- **Work instructions**
Copy each line below exactly.

Stored items:
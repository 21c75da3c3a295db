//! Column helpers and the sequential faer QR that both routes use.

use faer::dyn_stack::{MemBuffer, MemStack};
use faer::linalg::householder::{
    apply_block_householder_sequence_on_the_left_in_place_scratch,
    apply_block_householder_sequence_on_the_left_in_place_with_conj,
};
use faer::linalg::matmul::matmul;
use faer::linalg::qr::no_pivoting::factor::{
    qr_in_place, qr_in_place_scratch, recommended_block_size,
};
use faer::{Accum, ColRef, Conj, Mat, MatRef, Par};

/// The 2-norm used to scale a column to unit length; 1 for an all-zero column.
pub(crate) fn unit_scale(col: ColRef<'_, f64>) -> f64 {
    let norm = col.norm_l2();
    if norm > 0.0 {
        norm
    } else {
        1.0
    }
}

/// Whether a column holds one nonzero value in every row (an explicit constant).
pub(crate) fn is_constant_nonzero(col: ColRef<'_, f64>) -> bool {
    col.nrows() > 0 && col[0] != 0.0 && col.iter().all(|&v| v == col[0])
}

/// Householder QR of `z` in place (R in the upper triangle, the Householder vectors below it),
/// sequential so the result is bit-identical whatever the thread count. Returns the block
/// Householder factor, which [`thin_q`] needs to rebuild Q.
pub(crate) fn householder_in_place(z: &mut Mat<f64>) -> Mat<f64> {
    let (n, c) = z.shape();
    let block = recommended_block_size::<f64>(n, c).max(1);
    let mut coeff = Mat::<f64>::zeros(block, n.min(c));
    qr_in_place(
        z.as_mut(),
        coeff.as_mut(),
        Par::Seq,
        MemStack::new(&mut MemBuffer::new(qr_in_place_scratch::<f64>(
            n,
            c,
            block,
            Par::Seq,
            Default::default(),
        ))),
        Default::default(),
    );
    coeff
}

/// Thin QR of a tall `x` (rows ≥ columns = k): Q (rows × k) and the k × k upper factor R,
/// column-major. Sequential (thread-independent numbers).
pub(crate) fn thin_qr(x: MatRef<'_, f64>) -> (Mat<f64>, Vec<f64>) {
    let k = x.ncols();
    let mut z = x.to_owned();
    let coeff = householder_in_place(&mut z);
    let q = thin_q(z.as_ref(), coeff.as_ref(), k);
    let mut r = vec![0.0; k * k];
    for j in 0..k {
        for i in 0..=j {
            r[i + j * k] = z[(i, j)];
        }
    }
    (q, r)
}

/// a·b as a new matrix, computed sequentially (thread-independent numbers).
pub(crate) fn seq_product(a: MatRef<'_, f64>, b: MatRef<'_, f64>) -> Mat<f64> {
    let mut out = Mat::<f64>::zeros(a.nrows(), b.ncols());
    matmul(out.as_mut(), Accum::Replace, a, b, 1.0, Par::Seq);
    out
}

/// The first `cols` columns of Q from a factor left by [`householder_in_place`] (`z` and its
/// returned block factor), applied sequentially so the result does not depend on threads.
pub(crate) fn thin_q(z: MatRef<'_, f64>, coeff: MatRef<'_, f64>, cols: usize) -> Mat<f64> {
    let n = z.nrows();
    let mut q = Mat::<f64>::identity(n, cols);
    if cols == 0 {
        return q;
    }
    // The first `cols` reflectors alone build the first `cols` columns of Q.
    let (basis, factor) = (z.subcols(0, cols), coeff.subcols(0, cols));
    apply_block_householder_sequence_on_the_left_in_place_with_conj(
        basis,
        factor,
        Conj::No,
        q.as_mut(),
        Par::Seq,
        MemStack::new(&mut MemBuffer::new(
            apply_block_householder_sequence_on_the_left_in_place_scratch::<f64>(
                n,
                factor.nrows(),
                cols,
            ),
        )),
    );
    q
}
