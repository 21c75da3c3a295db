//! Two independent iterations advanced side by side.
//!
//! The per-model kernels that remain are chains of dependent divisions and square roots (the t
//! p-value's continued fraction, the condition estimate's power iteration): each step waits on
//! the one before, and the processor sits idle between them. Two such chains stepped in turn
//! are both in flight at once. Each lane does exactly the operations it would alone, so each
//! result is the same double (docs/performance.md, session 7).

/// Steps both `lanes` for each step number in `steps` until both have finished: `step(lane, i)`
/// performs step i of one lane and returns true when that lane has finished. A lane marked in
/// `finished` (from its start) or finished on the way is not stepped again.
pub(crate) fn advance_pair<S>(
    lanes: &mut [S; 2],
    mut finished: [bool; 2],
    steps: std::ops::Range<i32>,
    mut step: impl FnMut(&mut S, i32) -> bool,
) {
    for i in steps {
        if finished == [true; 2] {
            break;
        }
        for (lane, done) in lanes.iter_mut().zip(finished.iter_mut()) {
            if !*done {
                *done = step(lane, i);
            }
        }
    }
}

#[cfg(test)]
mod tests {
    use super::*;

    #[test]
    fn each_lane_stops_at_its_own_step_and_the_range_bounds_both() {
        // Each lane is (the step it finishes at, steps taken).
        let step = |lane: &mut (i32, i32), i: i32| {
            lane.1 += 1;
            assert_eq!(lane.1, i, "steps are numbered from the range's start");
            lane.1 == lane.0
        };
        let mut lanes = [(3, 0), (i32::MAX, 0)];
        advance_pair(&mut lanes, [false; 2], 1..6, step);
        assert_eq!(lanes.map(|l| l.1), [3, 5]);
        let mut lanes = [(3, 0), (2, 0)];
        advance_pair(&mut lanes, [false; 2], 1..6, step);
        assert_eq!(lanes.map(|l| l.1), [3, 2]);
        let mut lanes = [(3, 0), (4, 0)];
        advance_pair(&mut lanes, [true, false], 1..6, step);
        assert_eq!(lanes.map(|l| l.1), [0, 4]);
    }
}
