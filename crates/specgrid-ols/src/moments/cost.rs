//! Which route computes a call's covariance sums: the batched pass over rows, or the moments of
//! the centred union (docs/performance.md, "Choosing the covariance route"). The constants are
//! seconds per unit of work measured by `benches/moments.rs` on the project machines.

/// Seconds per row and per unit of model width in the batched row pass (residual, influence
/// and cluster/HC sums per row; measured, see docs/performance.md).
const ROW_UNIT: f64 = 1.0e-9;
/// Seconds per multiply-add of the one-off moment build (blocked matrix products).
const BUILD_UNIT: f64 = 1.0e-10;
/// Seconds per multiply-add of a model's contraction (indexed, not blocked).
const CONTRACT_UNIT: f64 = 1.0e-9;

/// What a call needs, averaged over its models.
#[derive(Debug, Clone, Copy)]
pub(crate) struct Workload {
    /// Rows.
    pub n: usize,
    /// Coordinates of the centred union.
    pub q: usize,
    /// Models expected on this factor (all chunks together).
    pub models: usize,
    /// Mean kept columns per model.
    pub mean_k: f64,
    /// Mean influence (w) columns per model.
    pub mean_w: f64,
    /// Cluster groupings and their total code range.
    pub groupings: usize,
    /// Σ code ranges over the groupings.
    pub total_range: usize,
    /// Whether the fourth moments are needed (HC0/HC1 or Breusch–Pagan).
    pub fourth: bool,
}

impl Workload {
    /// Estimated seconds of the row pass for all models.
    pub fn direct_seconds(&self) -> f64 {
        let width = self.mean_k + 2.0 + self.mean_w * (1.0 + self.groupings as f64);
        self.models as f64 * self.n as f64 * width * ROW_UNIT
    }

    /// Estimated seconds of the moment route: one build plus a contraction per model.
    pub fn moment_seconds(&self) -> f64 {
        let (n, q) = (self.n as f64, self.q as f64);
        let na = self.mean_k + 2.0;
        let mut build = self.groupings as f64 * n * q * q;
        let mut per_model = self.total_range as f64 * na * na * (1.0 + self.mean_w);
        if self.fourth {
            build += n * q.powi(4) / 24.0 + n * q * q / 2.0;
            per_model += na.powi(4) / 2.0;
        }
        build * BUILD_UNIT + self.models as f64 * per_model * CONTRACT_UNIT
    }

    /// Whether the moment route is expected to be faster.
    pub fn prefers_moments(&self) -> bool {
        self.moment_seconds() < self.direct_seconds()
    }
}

- **Solution to this exercise**
repository 21c75da3c3a295db
//! Column helpers and the sequential faer QR that both routes use.

use faer::dyn_stack::{MemBuffer, MemStack};
use faer::linalg::householder::{
    apply_block_householder_sequence_on_the_left_in_place_scratch,
    apply_block_householder_sequence_on_the_left_in_place_with_conj,
};
use faer::linalg::matmul::matmul;
use faer::linalg::qr::no_pivoting::factor::{
    qr_in_place, qr_in_place_scratch, recommended_block_size,
};
use faer::{Accum, ColRef, Conj, Mat, MatRef, Par};

/// The 2-norm used to scale a column to unit length; 1 for an all-zero column.
pub(crate) fn unit_scale(col: ColRef<'_, f64>) -> f64 {
    let norm = col.norm_l2();
    if norm > 0.0 {
        norm
    } else {
        1.0
    }
}

/// Whether a column holds one nonzero value in every row (an explicit constant).
pub(crate) fn is_constant_nonzero(col: ColRef<'_, f64>) -> bool {
    col.nrows() > 0 && col[0] != 0.0 && col.iter().all(|&v| v == col[0])
}

/// Householder QR of `z` in place (R in the upper triangle, the Householder vectors below it),
/// sequential so the result is bit-identical whatever the thread count. Returns the block
/// Householder factor, which [`thin_q`] needs to rebuild Q.
pub(crate) fn householder_in_place(z: &mut Mat<f64>) -> Mat<f64> {
    let (n, c) = z.shape();
    let block = recommended_block_size::<f64>(n, c).max(1);
    let mut coeff = Mat::<f64>::zeros(block, n.min(c));
    qr_in_place(
        z.as_mut(),
        coeff.as_mut(),
        Par::Seq,
        MemStack::new(&mut MemBuffer::new(qr_in_place_scratch::<f64>(
            n,
            c,
            block,
            Par::Seq,
            Default::default(),
        ))),
        Default::default(),
    );
    coeff
}

/// Thin QR of a tall `x` (rows ≥ columns = k): Q (rows × k) and the k × k upper factor R,
/// column-major. Sequential (thread-independent numbers).
pub(crate) fn thin_qr(x: MatRef<'_, f64>) -> (Mat<f64>, Vec<f64>) {
    let k = x.ncols();
    let mut z = x.to_owned();
    let coeff = householder_in_place(&mut z);
    let q = thin_q(z.as_ref(), coeff.as_ref(), k);
    let mut r = vec![0.0; k * k];
    for j in 0..k {
        for i in 0..=j {
            r[i + j * k] = z[(i, j)];
        }
    }
    (q, r)
}

/// a·b as a new matrix, computed sequentially (thread-independent numbers).
pub(crate) fn seq_product(a: MatRef<'_, f64>, b: MatRef<'_, f64>) -> Mat<f64> {
    let mut out = Mat::<f64>::zeros(a.nrows(), b.ncols());
    matmul(out.as_mut(), Accum::Replace, a, b, 1.0, Par::Seq);
    out
}

/// The first `cols` columns of Q from a factor left by [`householder_in_place`] (`z` and its
/// returned block factor), applied sequentially so the result does not depend on threads.
pub(crate) fn thin_q(z: MatRef<'_, f64>, coeff: MatRef<'_, f64>, cols: usize) -> Mat<f64> {
    let n = z.nrows();
    let mut q = Mat::<f64>::identity(n, cols);
    if cols == 0 {
        return q;
    }
    // The first `cols` reflectors alone build the first `cols` columns of Q.
    let (basis, factor) = (z.subcols(0, cols), coeff.subcols(0, cols));
    apply_block_householder_sequence_on_the_left_in_place_with_conj(
        basis,
        factor,
        Conj::No,
        q.as_mut(),
        Par::Seq,
        MemStack::new(&mut MemBuffer::new(
            apply_block_householder_sequence_on_the_left_in_place_scratch::<f64>(
                n,
                factor.nrows(),
                cols,
            ),
        )),
    );
    q
}
repository 21c75da3c3a295db
//! Two independent iterations advanced side by side.
//!
//! The per-model kernels that remain are chains of dependent divisions and square roots (the t
//! p-value's continued fraction, the condition estimate's power iteration): each step waits on
//! the one before, and the processor sits idle between them. Two such chains stepped in turn
//! are both in flight at once. Each lane does exactly the operations it would alone, so each
//! result is the same double (docs/performance.md, session 7).

/// Steps both `lanes` for each step number in `steps` until both have finished: `step(lane, i)`
/// performs step i of one lane and returns true when that lane has finished. A lane marked in
/// `finished` (from its start) or finished on the way is not stepped again.
pub(crate) fn advance_pair<S>(
    lanes: &mut [S; 2],
    mut finished: [bool; 2],
    steps: std::ops::Range<i32>,
    mut step: impl FnMut(&mut S, i32) -> bool,
) {
    for i in steps {
        if finished == [true; 2] {
            break;
        }
        for (lane, done) in lanes.iter_mut().zip(finished.iter_mut()) {
            if !*done {
                *done = step(lane, i);
            }
        }
    }
}

#[cfg(test)]
mod tests {
    use super::*;

    #[test]
    fn each_lane_stops_at_its_own_step_and_the_range_bounds_both() {
        // Each lane is (the step it finishes at, steps taken).
        let step = |lane: &mut (i32, i32), i: i32| {
            lane.1 += 1;
            assert_eq!(lane.1, i, "steps are numbered from the range's start");
            lane.1 == lane.0
        };
        let mut lanes = [(3, 0), (i32::MAX, 0)];
        advance_pair(&mut lanes, [false; 2], 1..6, step);
        assert_eq!(lanes.map(|l| l.1), [3, 5]);
        let mut lanes = [(3, 0), (2, 0)];
        advance_pair(&mut lanes, [false; 2], 1..6, step);
        assert_eq!(lanes.map(|l| l.1), [3, 2]);
        let mut lanes = [(3, 0), (4, 0)];
        advance_pair(&mut lanes, [true, false], 1..6, step);
        assert_eq!(lanes.map(|l| l.1), [0, 4]);
    }
}
filename crates/specgrid-ols/src/moments/cost.rs
//! Which route computes a call's covariance sums: the batched pass over rows, or the moments of
//! the centred union (docs/performance.md, "Choosing the covariance route"). The constants are
//! seconds per unit of work measured by `benches/moments.rs` on the project machines.

/// Seconds per row and per unit of model width in the batched row pass (residual, influence
/// and cluster/HC sums per row; measured, see docs/performance.md).
const ROW_UNIT: f64 = 1.0e-9;
/// Seconds per multiply-add of the one-off moment build (blocked matrix products).
const BUILD_UNIT: f64 = 1.0e-10;
/// Seconds per multiply-add of a model's contraction (indexed, not blocked).
const CONTRACT_UNIT: f64 = 1.0e-9;

/// What a call needs, averaged over its models.
#[derive(Debug, Clone, Copy)]
pub(crate) struct Workload {
    /// Rows.
    pub n: usize,
    /// Coordinates of the centred union.
    pub q: usize,
    /// Models expected on this factor (all chunks together).
    pub models: usize,
    /// Mean kept columns per model.
    pub mean_k: f64,
    /// Mean influence (w) columns per model.
    pub mean_w: f64,
    /// Cluster groupings and their total code range.
    pub groupings: usize,
    /// Σ code ranges over the groupings.
    pub total_range: usize,
    /// Whether the fourth moments are needed (HC0/HC1 or Breusch–Pagan).
    pub fourth: bool,
}

impl Workload {
    /// Estimated seconds of the row pass for all models.
    pub fn direct_seconds(&self) -> f64 {
        let width = self.mean_k + 2.0 + self.mean_w * (1.0 + self.groupings as f64);
        self.models as f64 * self.n as f64 * width * ROW_UNIT
    }

    /// Estimated seconds of the moment route: one build plus a contraction per model.
    pub fn moment_seconds(&self) -> f64 {
        let (n, q) = (self.n as f64, self.q as f64);
        let na = self.mean_k + 2.0;
        let mut build = self.groupings as f64 * n * q * q;
        let mut per_model = self.total_range as f64 * na * na * (1.0 + self.mean_w);
        if self.fourth {
            build += n * q.powi(4) / 24.0 + n * q * q / 2.0;
            per_model += na.powi(4) / 2.0;
        }
        build * BUILD_UNIT + self.models as f64 * per_model * CONTRACT_UNIT
    }

    /// Whether the moment route is expected to be faster.
    pub fn prefers_moments(&self) -> bool {
        self.moment_seconds() < self.direct_seconds()
    }
}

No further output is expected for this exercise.